### TASK INSTRUCTIONS
Filter the records below down to lines containing "turns".

### DATA FOR THIS EXERCISE
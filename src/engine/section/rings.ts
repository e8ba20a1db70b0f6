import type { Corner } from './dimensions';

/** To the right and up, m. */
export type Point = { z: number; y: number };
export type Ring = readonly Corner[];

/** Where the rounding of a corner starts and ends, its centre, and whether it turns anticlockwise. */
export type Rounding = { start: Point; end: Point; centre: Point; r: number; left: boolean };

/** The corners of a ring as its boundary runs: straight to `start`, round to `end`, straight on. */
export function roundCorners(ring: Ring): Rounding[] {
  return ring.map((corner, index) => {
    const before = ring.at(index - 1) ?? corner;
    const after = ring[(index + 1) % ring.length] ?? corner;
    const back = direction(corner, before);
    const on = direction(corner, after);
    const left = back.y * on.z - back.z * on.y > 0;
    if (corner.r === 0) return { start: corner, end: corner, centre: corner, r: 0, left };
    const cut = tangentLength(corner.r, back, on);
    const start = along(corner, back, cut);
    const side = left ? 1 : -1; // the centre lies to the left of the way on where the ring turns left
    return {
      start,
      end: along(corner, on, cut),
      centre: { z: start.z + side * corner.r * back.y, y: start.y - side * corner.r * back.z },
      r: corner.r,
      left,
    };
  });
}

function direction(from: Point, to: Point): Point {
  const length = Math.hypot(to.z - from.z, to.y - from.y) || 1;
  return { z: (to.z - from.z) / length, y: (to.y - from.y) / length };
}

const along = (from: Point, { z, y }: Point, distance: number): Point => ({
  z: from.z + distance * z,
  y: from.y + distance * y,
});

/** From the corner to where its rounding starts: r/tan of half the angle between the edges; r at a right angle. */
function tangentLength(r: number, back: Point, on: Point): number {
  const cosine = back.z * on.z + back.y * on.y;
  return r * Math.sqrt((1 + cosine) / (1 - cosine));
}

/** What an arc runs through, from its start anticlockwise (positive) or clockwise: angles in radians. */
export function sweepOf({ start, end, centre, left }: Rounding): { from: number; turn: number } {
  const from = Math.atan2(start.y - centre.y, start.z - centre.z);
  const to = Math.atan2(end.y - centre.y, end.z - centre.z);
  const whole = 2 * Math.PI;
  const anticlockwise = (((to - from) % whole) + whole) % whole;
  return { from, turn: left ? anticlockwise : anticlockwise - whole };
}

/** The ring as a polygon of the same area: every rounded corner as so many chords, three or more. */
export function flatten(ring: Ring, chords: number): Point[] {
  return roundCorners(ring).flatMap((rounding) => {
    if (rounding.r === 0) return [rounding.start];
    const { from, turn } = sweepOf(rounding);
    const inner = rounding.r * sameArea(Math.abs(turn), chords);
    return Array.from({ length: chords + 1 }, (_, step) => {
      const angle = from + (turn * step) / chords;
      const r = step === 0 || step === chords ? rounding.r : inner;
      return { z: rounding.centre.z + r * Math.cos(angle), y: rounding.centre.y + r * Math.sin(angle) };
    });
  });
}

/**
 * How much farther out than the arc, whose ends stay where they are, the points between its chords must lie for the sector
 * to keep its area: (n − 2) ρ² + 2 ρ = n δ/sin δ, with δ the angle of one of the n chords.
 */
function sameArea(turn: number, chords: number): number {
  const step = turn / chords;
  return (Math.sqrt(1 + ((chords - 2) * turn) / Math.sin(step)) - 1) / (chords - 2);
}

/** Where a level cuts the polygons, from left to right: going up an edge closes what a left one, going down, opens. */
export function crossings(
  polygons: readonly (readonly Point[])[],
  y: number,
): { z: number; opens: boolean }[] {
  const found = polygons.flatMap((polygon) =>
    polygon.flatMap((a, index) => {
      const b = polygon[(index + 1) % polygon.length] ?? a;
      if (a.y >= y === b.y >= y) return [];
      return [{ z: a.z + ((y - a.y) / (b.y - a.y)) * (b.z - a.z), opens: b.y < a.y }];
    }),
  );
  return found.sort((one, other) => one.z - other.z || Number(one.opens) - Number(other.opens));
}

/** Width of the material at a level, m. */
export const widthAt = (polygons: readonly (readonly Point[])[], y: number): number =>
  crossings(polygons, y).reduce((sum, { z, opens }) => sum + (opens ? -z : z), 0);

### RESULT BELOW
/** Where the rounding of a corner starts and ends, its centre, and whether it turns anticlockwise. */
    const side = left ? 1 : -1; // the centre lies to the left of the way on where the ring turns left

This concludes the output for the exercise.